An APK teardown of a One UI 8.5 build has highlighted a significant upgrade in Samsung’s anti-theft strategy. The update extends the reach of Identity Check, a system-level gate that requires biometric authentication for sensitive changes and potentially shuttering several thieves’ windows within minutes after a snatch.
APK Indicates That the Wider Identity Check Coverage Might Be Coming
Identity Check came to Android earlier this year, and Samsung’s already integrated it into its software with One UI 7. According to text buried in the code of One UI 8.5, the feature will protect even more areas of your phone and we’ll have to scan our fingerprints or faces every time we’re not in a trusted place (like home or work). So more settings and actions will be hidden behind mandatory biometrics if location context indicates the phone could be in danger.
Though the teardown doesn’t make it absolutely clear which toggles will be included at launch, the trend is obvious: Samsung is casting a wider net around security-critical controls. That approach is meant to thwart common methods of theft such as quickly disabling tracking, changing account credentials, or modifying the lock functionality before the owner can respond.
Remember that teardowns show features under development and language placeholders, not final release notes. Yet the uniformity of the Identity Check messaging points to an intentional expansion, rather than a minor tweak.

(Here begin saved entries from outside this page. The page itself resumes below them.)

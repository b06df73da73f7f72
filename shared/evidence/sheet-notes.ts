import { CAUTIONS } from '../cautions.ts';
import { designParts, figure, percent, rangeWords } from '../presentation/design-words.ts';
import { chainageWords } from '../presentation/chainage-words.ts';
import { formatCount } from '../presentation/format-number.ts';
import type { PlanContent } from '../schemas/evidence.ts';
import { MATERIAL_LIMITS } from '../schemas/evidence-material.ts';
import type { PlanBuilding, PlanMaterial } from './plan-material.ts';
import type { AboutSheets } from './sheet.ts';

const MEANING: Readonly<Record<PlanContent['shows'], string>> = {
  low: 'Categories are by the largest tensile strain of a building’s walls, the least of the whole range. The figure in a building is its category.',
  central:
    'Categories are by the largest tensile strain of a building’s walls, at the central values. The figure in a building is its category.',
  high: 'Categories are by the largest tensile strain of a building’s walls, the most of the whole range. The figure in a building is its category.',
  settlement:
    'Settlement is the largest under a building at founding level over the whole range. The figure in a building is in mm.',
  stage:
    'The figure in a building is the stage that it came to. A plain outline was let go at stage 1.',
};

function intervalsNote({ run: { design } }: AboutSheets): string[] {
  return design.intervals.map(
    ({ from, to, volumeLoss, troughWidth }) =>
      `From ${chainageWords(from)} to ${chainageWords(to)} volume loss ${rangeWords(volumeLoss, percent)} %, K ${rangeWords(troughWidth, (k) => figure(k, 3))}.`,
  );
}

/**
 * What every sheet says of the run that it stands on: the method and its inputs, and how far they hold.
 *
 * Units: none. Valid: a complete run. Source: [own].
 */
export function runNotes(about: AboutSheets): string[] {
  const { run, scheme } = about;
  const { option } = run;
  return [
    `Run ${run.number} of ${option.name}, version ${option.version}; method ${run.methodVersion}, rules version ${run.rulesVersion}, register version ${run.registerVersion}, started ${run.startedAt.slice(0, 10)} UTC.`,
    `Low / central / high: ${designParts(run.design).join('. ')}.`,
    ...intervalsNote(about),
    'Ground movement is greenfield: as if no building stood there. Walls follow the ground; no stiffness of buildings is counted on.',
    `Grid EPSG:${scheme.crs.code}, ${scheme.crs.name}, in metres. Levels are in metres above the scheme’s datum.`,
  ];
}

function bracketNote(buildings: readonly PlanBuilding[], about: AboutSheets): string[] {
  const line = about.run.rules.leadingCategory.value;
  const reaching = (end: 'category' | 'categoryHigh') =>
    buildings.filter(({ result }) => (result[end] ?? -1) >= line).length;
  return [
    `Buildings with their middle on this sheet that come to category ${line} or more: ${reaching('categoryHigh')} over the whole range, ${reaching('category')} at the central values.`,
  ];
}

/** What is fetched for a sheet is bounded, and whoever misses a street is told. */
function backgroundNote(isShown: boolean, { background }: PlanMaterial): string[] {
  const most = MATERIAL_LIMITS.background;
  if (!isShown || background.length < most) return [];
  return [`Of the background the ${formatCount(most)} largest shapes are drawn.`];
}

/**
 * The notes of a plan.
 *
 * Units: none. Valid: the buildings of the sheet, and all that it was drawn from. Source: [own].
 */
export function planNotes(
  { shows, background }: PlanContent,
  { buildings, material }: { buildings: readonly PlanBuilding[]; material: PlanMaterial },
  about: AboutSheets,
): string[] {
  return [
    MEANING[shows],
    ...runNotes(about),
    ...bracketNote(buildings, about),
    ...backgroundNote(background, material),
    CAUTIONS.join(' '),
  ];
}
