import type { Measure } from './marks.ts';
import type { PlanMaterial } from './plan-material.ts';
import type { PlannedSheet } from './planned-sheets.ts';
import { planSheets } from './plan-sheets.ts';
import { sectionSheets } from './section-sheets.ts';
import type { AboutSheets, Sheet } from './sheet.ts';

/**
 * Draws one of the sheets of a print, with sheets behind it that hold labels and notes without room.
 *
 * Units: as the parts. Valid: `planned` is one of `all`, material of the ground of its box. Source: [own].
 */
export function drawnSheets(
  planned: PlannedSheet,
  all: readonly PlannedSheet[],
  material: PlanMaterial,
  about: AboutSheets,
  measure: Measure,
): Sheet[] {
  const { what } = planned;
  return what.kind === 'plan'
    ? planSheets({ planned, plan: what, all, material, about, measure })
    : sectionSheets({ planned, section: what, all, material, about, measure });
}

Why This Matters in Real-World Phone Theft Scenarios
Phone snatches move fast. Investigations by prominent publications have demonstrated how thieves are doing so-called shoulder-surfing of passcodes in bars, then locking victims out by promptly changing account settings. Apple’s Stolen Device Protection, announced earlier this year, added more biometric checks and time delays for certain sensitive changes, and Google detailed Theft Detection Lock at its developer conference, which automatically locks when device intelligence detects a grab-and-run.
Samsung’s Identity Check covers the same window of vulnerability but relies on location context and biometrics. By requiring verification when you’re not at a trusted location, it eliminates much of what security thinkers call “day zero” moves after a theft. It is also an extension of carrier-level IMEI blacklisting and crowdsourced finding via the Android Find My Device network.
There’s just a very basic reason behind the necessity of complexity: the more gates you build between a thief and key settings, the more likely it is you retain control long enough to find or possibly remotely lock your device. There are no speed bumps too small when seconds make a difference.
Setup Still Manual and That’s a Weak Link
There’s one catch: the APK evidence indicates that Identity Check will still not be activated by default. Instead, owners will need to enable it and set up trusted locations for it to reap its full benefits. That’s a usability choice, but it leaves a huge amount of protection for many people on the table because they simply never go into settings.
If you’re using One UI 7 or later, you can start getting ready now:
- Open Settings.
- Go to Security and privacy.
- Tap Lost device protection.
- Tap Theft protection, then Identity Check.
- Toggle the feature on and add places where extra prompts aren’t necessary.
The setup only takes a minute and silently applies security-enhancing features to your device in the background.
Security teams frequently point out that opt-in features have significantly lower adoption than default-on controls. If Samsung is looking for mass uptake, adding Identity Check to the onboarding or after a significant update could deliver more, in real terms.
How It Fits the Wider Android Security Push
The One UI 8.5 tweaks fit into a larger platform transition. Google has been locking down theft protections across Android with additional locks, fiercer factory reset protection, and sturdier account recovery barriers. Samsung’s angle puts an additional layer of policy—context-aware, if you will—and solidifies biometric checks as the default route for high-risk actions.
For Galaxy owners, the implication is clear: turn on Identity Check and keep an eye out for One UI 8.5 to start rolling out. Should the expanded coverage fall as expected, your daily routine will remain unchanged from inside your home — but once your phone leaves a few square blocks of trusted perimeter, there will be fewer walls cracked and doors left ajar to entice the thief.
Like with all features found in code, final behavior can change before release. But the direction is clear — One UI 8.5 should prove to be a real upgrade for theft-resistance, not just a visual one.